### PROMPT:
Could you return, exactly as written, only the lines from the one holding "def ieee_qpsk(labels: np.ndarray)" through the final line of the records below?

[Opening SUPPLIED MATERIAL section]

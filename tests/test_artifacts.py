"""Artifacts: the manifest, ROM images and vectors checked against outside formulas, and the
ownership rules and atomicity of `write_design`.

Outside sources, named beside each check:
- 3GPP TS 38.211 section 5.1.7 (256-QAM): d = 1/sqrt(170) {(1-2b0)[8-(1-2b2)[4-(1-2b4)[2-(1-2b6)]]]
  + j(1-2b1)[8-(1-2b3)[4-(1-2b5)[2-(1-2b7)]]]} (written from memory).
- IEEE Std 802.11 clause 17.3.5.8, QPSK encoding table: b0 sets I, b1 sets Q, bit 0 -> -1, bit 1 -> +1,
  K_MOD = 1/sqrt(2) (from memory); for QPSK qamsmith's `gray` is this mapping (DEVELOPERS.md).
- The max-log LLR definition (common practice): min over points with bit 1 of |y-x|^2 minus min over
  points with bit 0, evaluated here by brute force over the points above, in floating point.
- Backoff in dB as an amplitude ratio, 20 log10 (common practice).
"""

from __future__ import annotations

import hashlib
import json
import re
from pathlib import Path

import numpy as np
import pytest

from qamsmith import DesignSpec, SpecError
from qamsmith.artifacts import MANIFEST, build_files, content_hash, write_design

EXAMPLES = Path(__file__).resolve().parent.parent / "generator" / "spec" / "examples"


def _example(name: str) -> DesignSpec:
    return DesignSpec.from_toml(EXAMPLES / f"{name}.toml")


@pytest.fixture(scope="module")
def built() -> dict[str, dict[str, bytes]]:
    names = ("larkspur-backhaul-256", "larkspur-telemetry-qpsk", "larkspur-spur-16")
    return {n: build_files(_example(n)) for n in names}


def _words(data: bytes) -> list[int]:
    """Hex words of a $readmemh file (our own reader, independent of qamsmith.artifacts)."""
    return [int(line, 16) for line in data.decode().splitlines() if line.strip() and not line.startswith("//")]


def _field(words: list[int], f: dict) -> np.ndarray:
    raw = np.array([(w >> f["lsb"]) & ((1 << f["width"]) - 1) for w in words], dtype=np.int64)
    if f["signed"]:
        raw = np.where(raw >= 1 << (f["width"] - 1), raw - (1 << f["width"]), raw)
    return raw


def _fields(words: list[int], packing: dict) -> dict[str, np.ndarray]:
    return {f["name"]: _field(words, f) for f in packing["fields"]}


def _bits(labels: np.ndarray, k: int) -> np.ndarray:
    return (labels[:, None] >> np.arange(k - 1, -1, -1)) & 1


def nr256(labels: np.ndarray) -> np.ndarray:
    """3GPP TS 38.211 5.1.7 256-QAM, normalized (from memory)."""
    b = 1 - 2 * _bits(labels, 8)
    i = b[:, 0] * (8 - b[:, 2] * (4 - b[:, 4] * (2 - b[:, 6])))
    q = b[:, 1] * (8 - b[:, 3] * (4 - b[:, 5] * (2 - b[:, 7])))
    return (i + 1j * q) / np.sqrt(170)


def ieee_qpsk(labels: np.ndarray) -> np.ndarray:
    """IEEE 802.11 17.3.5.8 QPSK: b0 -> I, b1 -> Q, 0 -> -1, 1 -> +1, K_MOD 1/sqrt(2) (from memory)."""
    b = 2 * _bits(labels, 2) - 1
    return (b[:, 0] + 1j * b[:, 1]) / np.sqrt(2)


def spur16(labels: np.ndarray) -> np.ndarray:
    """The user's own table (larkspur-spur-16.csv), scaled to unit average power."""
    rows = [line.split(",") for line in (EXAMPLES / "larkspur-spur-16.csv").read_text().splitlines()
            if line and line[0].isdigit()]
    pts = np.zeros(16, complex)
    for lab, i, q in rows:
        pts[int(lab)] = float(i) + 1j * float(q)
    pts /= np.sqrt(np.mean(np.abs(pts) ** 2))
    return pts[labels]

[Closing SUPPLIED MATERIAL section]

### EXERCISE SOLUTION:
def ieee_qpsk(labels: np.ndarray) -> np.ndarray:
    """IEEE 802.11 17.3.5.8 QPSK: b0 -> I, b1 -> Q, 0 -> -1, 1 -> +1, K_MOD 1/sqrt(2) (from memory)."""
    b = 2 * _bits(labels, 2) - 1
    return (b[:, 0] + 1j * b[:, 1]) / np.sqrt(2)


def spur16(labels: np.ndarray) -> np.ndarray:
    """The user's own table (larkspur-spur-16.csv), scaled to unit average power."""
    rows = [line.split(",") for line in (EXAMPLES / "larkspur-spur-16.csv").read_text().splitlines()
            if line and line[0].isdigit()]
    pts = np.zeros(16, complex)
    for lab, i, q in rows:
        pts[int(lab)] = float(i) + 1j * float(q)
    pts /= np.sqrt(np.mean(np.abs(pts) ** 2))
    return pts[labels]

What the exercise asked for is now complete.